# Goodbye Creasy Bear



## binxycat (Mar 15, 2008)

Little Creasy, only nine weeks old has been put to sleep today. we only had a short time together but will always remember you darling.
RIP little baby


----------



## sskmick (Feb 4, 2008)

Aw that's really sad only 9 weeks old bless.

RIP little one

Sue


----------



## gillieworm (Jul 4, 2008)

Its always crueller when the young ones go.

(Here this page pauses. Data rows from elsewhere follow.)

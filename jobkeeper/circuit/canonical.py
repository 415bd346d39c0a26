"""Canonical text and hash of a circuit (DESIGN §4 "Circuits").

The canonical text is OpenQASM 2.0 that :func:`jobkeeper.circuit.parser.parse_qasm`
reads back into an equal circuit: one ``qreg q[N]``, the classical registers in
declaration order as ``c0, c1, ...`` with their sizes (they decide how count bit strings
are written), the opaque declarations sorted by name, then one operation per line on
absolute indices.

Numbers: parameters are rounded to 12 significant digits (the parser already stores them
so; see :func:`round_param`) and written as Python's ``.12g`` with a decimal point always
present (``3.0``, ``1.5707963268``, ``1.0e-05``): OpenQASM 2.0 reals need the point
(arXiv:1707.03429, grammar ``real``), and -0.0 is written as ``0.0``.
"""

from __future__ import annotations

import math
from dataclasses import dataclass

from jobkeeper.circuit.ir import BARRIER, MEASURE, RESET, Circuit, Operation
from jobkeeper.circuit.stdgates import STANDARD_GATES
from jobkeeper.exceptions import CircuitError
from jobkeeper.hashing import sha256_tag

SIGNIFICANT_DIGITS = 12


def round_param(value: float) -> float:
    """``value`` rounded to 12 significant digits; -0.0 becomes 0.0. Twelve digits keep
    every angle far below any device's precision, and absorb the float noise by which
    ``pi/2`` and ``1.5707963267948966`` (or ``3*pi/8`` and ``pi*3/8``) differ."""
    if not math.isfinite(value):
        raise CircuitError(f"parameter {value!r} is not a finite number")
    rounded = float(f"{value:.{SIGNIFICANT_DIGITS}g}")
    return 0.0 if rounded == 0 else rounded


def format_param(value: float) -> str:
    return format_rounded(round_param(value))


def format_rounded(value: float) -> str:
    """The canonical writing of a parameter already rounded by :func:`round_param`
    (rounding again would change nothing: twelve digits of a twelve-digit number)."""
    text = f"{value:.{SIGNIFICANT_DIGITS}g}"
    mantissa, e, exponent = text.partition("e")
    if "." not in mantissa:
        mantissa += ".0"
    return mantissa + e + exponent


class CanonicalWriter:
    """The canonical text of circuits with one circuit's registers and opaque gates: the
    header lines once, then one line per operation. A template's bound points share
    their registers, so a sweep writes the header once and only the lines whose
    parameters change per point (:mod:`jobkeeper.circuit.qasm3.compiled`)."""

    __slots__ = ("_circuit", "_names", "_signatures", "header")

    def __init__(self, circuit: Circuit):
        lines = ["OPENQASM 2.0;", 'include "qelib1.inc";']
        signatures = {name: (0, 1) for name in circuit.opaque}
        for op in circuit.operations:
            if op.name in signatures:
                signatures[op.name] = (len(op.params), len(op.qubits))
        for name, n_params, n_qubits in circuit.opaque_signatures:
            signatures[name] = (n_params, n_qubits)
        for name in sorted(signatures):
            n_params, n_qubits = signatures[name]
            params = f"({','.join(f'p{i}' for i in range(n_params))})" if n_params else ""
            lines.append(f"opaque {name}{params} {','.join(f'a{i}' for i in range(n_qubits))};")
        if circuit.num_qubits:
            lines.append(f"qreg q[{circuit.num_qubits}];")
        lines += [f"creg c{k}[{reg.size}];" for k, reg in enumerate(circuit.cregs)]
        self._circuit = circuit
        self._names = register_names(circuit)
        self._signatures = signatures
        #: the lines before the operations.
        self.header = tuple(lines)

    def line(self, op: Operation) -> str:
        """The canonical line of one operation of the circuit."""
        return operation_line(self._circuit, op, self._names, self._signatures)


def canonical_text(circuit: Circuit) -> str:
    """The canonical OpenQASM 2.0 text of ``circuit`` (see the module docstring)."""
    writer = CanonicalWriter(circuit)
    lines = list(writer.header)
    lines.extend(writer.line(op) for op in circuit.operations)
    return "\n".join(lines) + "\n"


def register_names(circuit: Circuit) -> tuple[dict[int, str], dict[tuple[int, ...], str]]:
    """The classical registers named ``c0, c1, ...`` in declaration order: each bit's
    name (``c1[0]``) and each register's (by its bits)."""
    bit_names: dict[int, str] = {}
    register_of: dict[tuple[int, ...], str] = {}
    for k, reg in enumerate(circuit.cregs):
        bits = tuple(range(reg.offset, reg.offset + reg.size))
        register_of[bits] = f"c{k}"
        bit_names.update({bit: f"c{k}[{j}]" for j, bit in enumerate(bits)})
    return bit_names, register_of


def circuit_hash(circuit: Circuit) -> str:
    """``sha256:`` + hex of the UTF-8 canonical text."""
    return sha256_tag(canonical_text(circuit).encode("utf-8"))


@dataclass(frozen=True)
class Spelling:
    """How a language writes what OpenQASM 2.0 and 3 share: the separator of operands
    and parameters, a condition on a whole register, a measurement."""

    comma: str = ","
    condition: str = "if({register}=={value}) "
    measure: str = "measure {qubit} -> {bit};"


OPENQASM2 = Spelling()


def operation_line(
    circuit: Circuit,
    op: Operation,
    names: tuple[dict[int, str], dict[tuple[int, ...], str]],
    opaque: dict[str, tuple[int, int]],
    spelling: Spelling = OPENQASM2,
) -> str:
    """One operation as a statement on absolute indices (``names``: those of
    :func:`register_names`); CircuitError for one that cannot be written."""
    bit_names, register_of = names
    for qubit in op.qubits:
        if not 0 <= qubit < circuit.num_qubits:
            raise CircuitError(f"operation '{op.name}' uses qubit {qubit} outside the circuit")
    qubits = spelling.comma.join(f"q[{q}]" for q in op.qubits)
    if op.name == BARRIER:
        if not op.qubits:
            raise CircuitError("a barrier needs at least one qubit")
        # A condition on a barrier cannot be written in OpenQASM 2.0 and means nothing.
        return f"barrier {qubits};"
    prefix = ""
    if op.condition is not None:
        register = register_of.get(op.condition.clbits)
        if register is None:
            raise CircuitError("a condition must test one whole classical register")
        prefix = spelling.condition.format(register=register, value=op.condition.value)
    if op.name == MEASURE:
        if len(op.qubits) != 1 or len(op.clbits) != 1 or op.clbits[0] not in bit_names:
            raise CircuitError("a measurement takes one qubit and one declared bit")
        return prefix + spelling.measure.format(qubit=qubits, bit=bit_names[op.clbits[0]])
    if op.name == RESET:
        return f"{prefix}reset {qubits};"
    spec = STANDARD_GATES.get(op.name)
    if op.name in opaque:
        arity = opaque[op.name]
    elif spec is not None:
        arity = (spec.num_params, spec.num_qubits)
    else:
        raise CircuitError(f"operation '{op.name}' is neither a standard gate nor opaque")
    if arity != (len(op.params), len(op.qubits)):
        raise CircuitError(f"operation '{op.name}' has the wrong number of arguments")
    params = spelling.comma.join(format_param(p) for p in op.params)
    return f"{prefix}{op.name}({params}) {qubits};" if params else f"{prefix}{op.name} {qubits};"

Sleep tight little baby xxxx


----------



## Vixie (Nov 17, 2007)

omg I'm so sorry for your loss,  R.I.P little one


----------



## happysaz133 (Jun 5, 2008)

Oh no I am so very sorry. Rest peacefully Creasy.


----------



## Lumpy (Jun 5, 2008)

Oh that is so young. Poor little love.

Sleep well fur baby xxxxxxxx


----------



## jeanie (Nov 11, 2007)

aww i am so sorry for your loss at such a young age RIP little one.


----------



## ColeosMummy (Aug 27, 2008)

RIP little one x


----------



## Guest (Sep 2, 2008)

Oh im sorry  so young  R.I.P x


----------



## sullivan (Aug 29, 2008)

So sad and only a babe. What was wrong with your kitty. SLEEP TIGHT LITTLE ONE....


----------



## Danni21 (Apr 2, 2008)

im really sorry to hear bout creasy bear, but he'll be playing at rainbow bridge now with my old girl Lucky - he looks just like her when she was a kitten!
R.I.P
xxxx


----------